The sun emits a continuous stream of charged particles called the solar wind. This wind interacts with the magnetic field of the Earth and produces large electrical currents. These currents flow along the magnetic field lines down into the upper atmosphere surrounding the north and south magnetic poles (see diagram). These currents cause the atmospheric gases to glow like the gas in a fluorescent tube. A very large quantity of energy is deposited in the upper atmosphere during an auroral display.
For example, about 1,000,000 kW, the equivalent to the power capacity of a large power plant, is needed to power a medium-strong auroral light of about 10 x 1,000 km. It should also be noted that only 1% of the energy of the precipitating particles actually goes into the production of visible light.
Aurora is now known to be caused by electrons of typical energy of 1-15 keV, i.e. the energy obtained by the electrons passing through a voltage difference of 1000-15,000 volts. The light is produced when they collide with atoms of the upper atmosphere, typically at altitudes of 80-150 km. It tends to be dominated by emissions of atomic oxygen--the greenish line at 5577 A and (especially with electrons of lower energy and higher altitude) the dark-red line at 6300 A.

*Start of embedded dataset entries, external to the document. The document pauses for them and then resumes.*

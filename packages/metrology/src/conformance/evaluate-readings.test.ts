import { describe, expect, it } from 'vitest';
import { isUndetermined } from '../result.ts';
import numacc1 from '../testing/reference/strd-univariate-numacc1.json' with { type: 'json' };
import numacc2 from '../testing/reference/strd-univariate-numacc2.json' with { type: 'json' };
import numacc3 from '../testing/reference/strd-univariate-numacc3.json' with { type: 'json' };
import { evaluateReadings } from './evaluate-readings.ts';
import type { SampleEvaluation } from './evaluate-readings.ts';
import type { Limits } from './limits.ts';

const LIMITS: Limits = { lower: '25.000', upper: '25.021' };
const evaluate = (texts: readonly (string | null)[], limits = LIMITS) =>
  evaluateReadings(texts, limits) as SampleEvaluation;

describe('a sample of readings', () => {
  it('is judged reading by reading and summarised', () => {
    const found = evaluate(['25.010', '25.021', '25.0', '25.0211', '24.999']);
    expect(found).toMatchObject({
      method: 'Simple acceptance, absolute limits',
      n: 5,
      missing: 0,
      refused: [],
      min: '24.999',
      max: '25.0211',
      outCount: 2,
      undecidedCount: 0,
      worst: 'out-of-tolerance',
      outIndexes: [3, 4],
    });
    expect([...found.verdicts]).toEqual([1, 1, 1, 2, 2]);
    expect(found.mean).toBe(25.01022);
    expect(found.standardDeviation).toBeCloseTo(0.010781558328924442, 14);
    expect(found.naturalSpread?.lower).toBeCloseTo(25.01022 - 3 * 0.010781558328924442, 12);
    expect(found.naturalSpread?.upper).toBeCloseTo(25.01022 + 3 * 0.010781558328924442, 12);
  });

  it('names missing and refused readings by their place, and the row is then not measured', () => {
    const found = evaluate([null, '25.010', 'OK', '', '25,01']);
    expect(found).toMatchObject({ n: 1, missing: 1, worst: 'not-measured', outCount: 0 });
    expect(found.refused.map(({ index, code }) => [index, code])).toEqual([
      [2, 'not-a-number'],
      [3, 'empty'],
      [4, 'comma'],
    ]);
    expect(found.refused[0]?.reason).toContain('"OK" is not a number');
    expect([...found.verdicts]).toEqual([0, 1, 0, 0, 0]);
    expect(evaluate([null, '26']).worst).toBe('out-of-tolerance');
  });

  it('without readings has no figures, and with one has no spread', () => {
    expect(evaluate([])).toMatchObject({
      n: 0,
      min: null,
      max: null,
      mean: null,
      standardDeviation: null,
      naturalSpread: null,
      worst: 'not-measured',
    });
    expect(evaluate([null])).toMatchObject({ n: 0, missing: 1, worst: 'not-measured', mean: null });
    expect(evaluate(['25.010'])).toMatchObject({
      n: 1,
      mean: 25.01,
      standardDeviation: null,
      naturalSpread: null,
      worst: 'in-tolerance',
    });
  });

  it('reads every form a reading may have: signs, leading point, spaces, long numbers', () => {
    const long = `25.0${'1'.repeat(40)}`;
    const found = evaluate([
      '+25.01',
      ' 25.01 ',
      '\u221225.01',
      '.5',
      '25.',
      long,
      '25.0000000000000001',
      '-.5',
      '+',
      '-',
      '.',
      '1.2.3',
    ]);
    expect([...found.verdicts]).toEqual([1, 1, 2, 2, 1, 1, 1, 2, 0, 0, 0, 0]);
    expect(found).toMatchObject({ n: 8, min: '-25.01', max: long });
    expect(found.refused.map(({ index }) => index)).toEqual([8, 9, 10, 11]);
  });

  it('decides digits beyond the fast path exactly', () => {
    const found = evaluate([
      '25.021000000000000000',
      '25.021000000000000001',
      '24.999999999999999999',
      '999999999999999',
      '9999999999999999',
    ]);
    expect([...found.verdicts]).toEqual([1, 2, 2, 2, 2]);
    const wide = evaluate(['9999999999999999', '1'], { lower: '0', upper: '9999999999999999' });
    expect([...wide.verdicts]).toEqual([1, 1]);
    expect(wide.mean).toBe(5e15);
    expect([
      ...evaluate(['-9999999999999998', '999999999999999'], {
        lower: '-9999999999999998',
        upper: '9999999999999998',
      }).verdicts,
    ]).toEqual([1, 1]);
  });

  it('compares readings of every number of decimals with limits of another', () => {
    const limits = { lower: '-1.25', upper: '1.25' };
    const texts = [
      '1',
      '1.2',
      '1.3',
      '1.25',
      '1.250',
      '1.251',
      '-1.2',
      '-1.3',
      '-1.25',
      '-1.2501',
      '2',
      '-2',
      '-1',
    ];
    expect([...evaluate(texts, limits).verdicts]).toEqual([1, 1, 2, 1, 1, 2, 1, 2, 1, 2, 2, 2, 1]);
    expect([...evaluate(['-1', '-2'], { lower: '-1.5', upper: null }).verdicts]).toEqual([1, 2]);
    expect([...evaluate(['1', '2'], { lower: '1.5', upper: null }).verdicts]).toEqual([2, 1]);
  });

  it('compares with limits that are not multiples of the last digit read, on both sides of 0', () => {
    expect([...evaluate(['-1', '-2'], { lower: null, upper: '-1.25' }).verdicts]).toEqual([2, 1]);
    expect([...evaluate(['-1', '-2'], { lower: '-1.25', upper: null }).verdicts]).toEqual([1, 2]);
    const rounded = (texts: readonly string[], limits: Limits) => {
      const found = evaluateReadings(texts, limits, { kind: 'simple', rounding: 'e29' });
      return isUndetermined(found) ? found.code : [...found.verdicts];
    };
    const least = ['25.0005', '25.00051', '25.001', '25.00', '26'];
    expect(rounded(least, { lower: '25.001', upper: null })).toEqual([2, 1, 1, 2, 1]);
    const most = ['25.0215', '25.02149', '25.021', '25.03', '25'];
    expect(rounded(most, { lower: null, upper: '25.021' })).toEqual([2, 1, 1, 2, 1]);
  });

  it('without limits, or beyond a natural bound, is undecided', () => {
    expect(evaluate(['1', '2'], { lower: null, upper: null })).toMatchObject({
      worst: 'undecided',
      undecidedCount: 2,
    });
    expect(evaluate(['-0.1', '0.1'], { lower: '0', upper: '1', naturalLower: true })).toMatchObject({
      worst: 'undecided',
      undecidedCount: 1,
    });
    expect([
      ...evaluate(['-0.1000000000000000001'], { lower: '0', upper: '1', naturalLower: true }).verdicts,
    ]).toEqual([3]);
  });

  it('names the rule it used', () => {
    const method = (rule: Parameters<typeof evaluateReadings>[2]) =>
      (evaluateReadings(['1'], { lower: '0', upper: '1.0' }, rule) as SampleEvaluation).method;
    expect(method({ kind: 'simple', rounding: 'e29' })).toBe(
      'Simple acceptance, readings rounded to 1 decimals (ASTM E29)',
    );
    expect(method({ kind: 'guard-band', expandedUncertainty: ' 0.1 ', proves: 'customer' })).toBe(
      'Guard band 0.1, customer proves (ISO 14253-1)',
    );
  });

  it('is undetermined with limits that cannot be used', () => {
    expect(evaluateReadings(['1'], { lower: '2', upper: '1' })).toMatchObject({
      undetermined: true,
      code: 'limits-crossed',
    });
  });
});

describe('certified digits from decimal text', () => {
  const digits = (found: number, certified: number) =>
    found === certified ? 16 : -Math.log10(Math.abs(found / certified - 1));
  const paired = (first: string, pair: readonly [string, string], repeats: number) => [
    first,
    ...Array.from({ length: repeats }, () => pair).flat(),
  ];
  const check = (texts: readonly string[], mean: number, sd: number) => {
    const found = evaluate(texts, { lower: null, upper: '1000000000' });
    if (isUndetermined(found) || found.mean === null || found.standardDeviation === null)
      throw new Error('no figures');
    expect(digits(found.mean, mean)).toBeGreaterThan(14.9);
    expect(digits(found.standardDeviation, sd)).toBeGreaterThan(14.9);
  };

  it('NIST StRD NumAcc1', () =>
    check(numacc1.inputs.x.map(String), numacc1.expected.mean, numacc1.expected.s));
  it('NIST StRD NumAcc2', () =>
    check(paired('1.2', ['1.1', '1.3'], 500), numacc2.expected.mean, numacc2.expected.s));
  it('NIST StRD NumAcc3', () =>
    check(paired('1000000.2', ['1000000.1', '1000000.3'], 500), numacc3.expected.mean, numacc3.expected.s));
  it('NIST StRD NumAcc4 (certified mean 10000000.2, deviation 0.1)', () =>
    check(paired('10000000.2', ['10000000.1', '10000000.3'], 500), 10000000.2, 0.1));
  it('the same through long numbers, where integers of the machine do not hold', () => {
    const zeros = '0'.repeat(20);
    check(paired(`10000000.2${zeros}`, [`10000000.1${zeros}`, `10000000.3${zeros}`], 500), 10000000.2, 0.1);
  });
  it('mixed scales that need more than the safe integers', () => {
    const found = evaluate(['900000000000000', '0.000000000000001', '5'], { lower: '0', upper: null });
    expect(found.mean).toBe(300000000000001.7);
    expect(found).toMatchObject({ min: '0.000000000000001', max: '900000000000000' });
  });
});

Both these represent "forbidden" transitions of atomic oxygen from energy levels which (in absence of collisions) persist for a long time, accounting for the slow brightening and fading (0.5-1 sec) of auroral rays. Many other lines can also be observed, especially those of molecular nitrogen, and these vary much faster, revealing the true dynamic nature of the aurora.
Aurora australis 1994 from Bluff, New Zealand
Aurora can also be observed in the ultra-violet (UV) light, a very good way of observing it from space (but not from ground--the atmosphere absorbs UV). The "Polar" spacecraft even observed it in X-rays. The image is very rough, but precipitation of high-energy electrons can be identified. Mostly mistaken as being spell aurora borealis, it is in fact spelled aurora beaurealis.
The aurora was some sort of electromagnetic phenomenon, too. The Earth’s magnetic field was found to be significantly disturbed near the aurora. In 1903, Christian Birkeland proposed that the magnetic disturbances in the vicinity of the aurora may be due to large electrical currents flowing up and down along the auroral features.
However, it took nearly 7 decades for a mathematical model of these currents to be developed. In recognition of Birkeland’s ground breaking research, we call them Birkeland currents. These currents are quite powerful. The current flows upward from the Earth in the night, and downward in the day.
Most of the charge carriers of the current, as with most currents, are electrons. However, electrons are negatively charged, so they move in a direction opposite to the current flow. Thus electrons are streaming down on the night side of the auroral oval, and upward on the day side. The downward flowing electrons, which slam into oxygen and nitrogen atoms exciting them, cause them to emit light. Though electrons are the dominant charge carrier, some protons also are involved, and they move in the direction of the current, so the protons are slamming into atoms on the day side. This is happening all of the time, and gives rise to the aurora.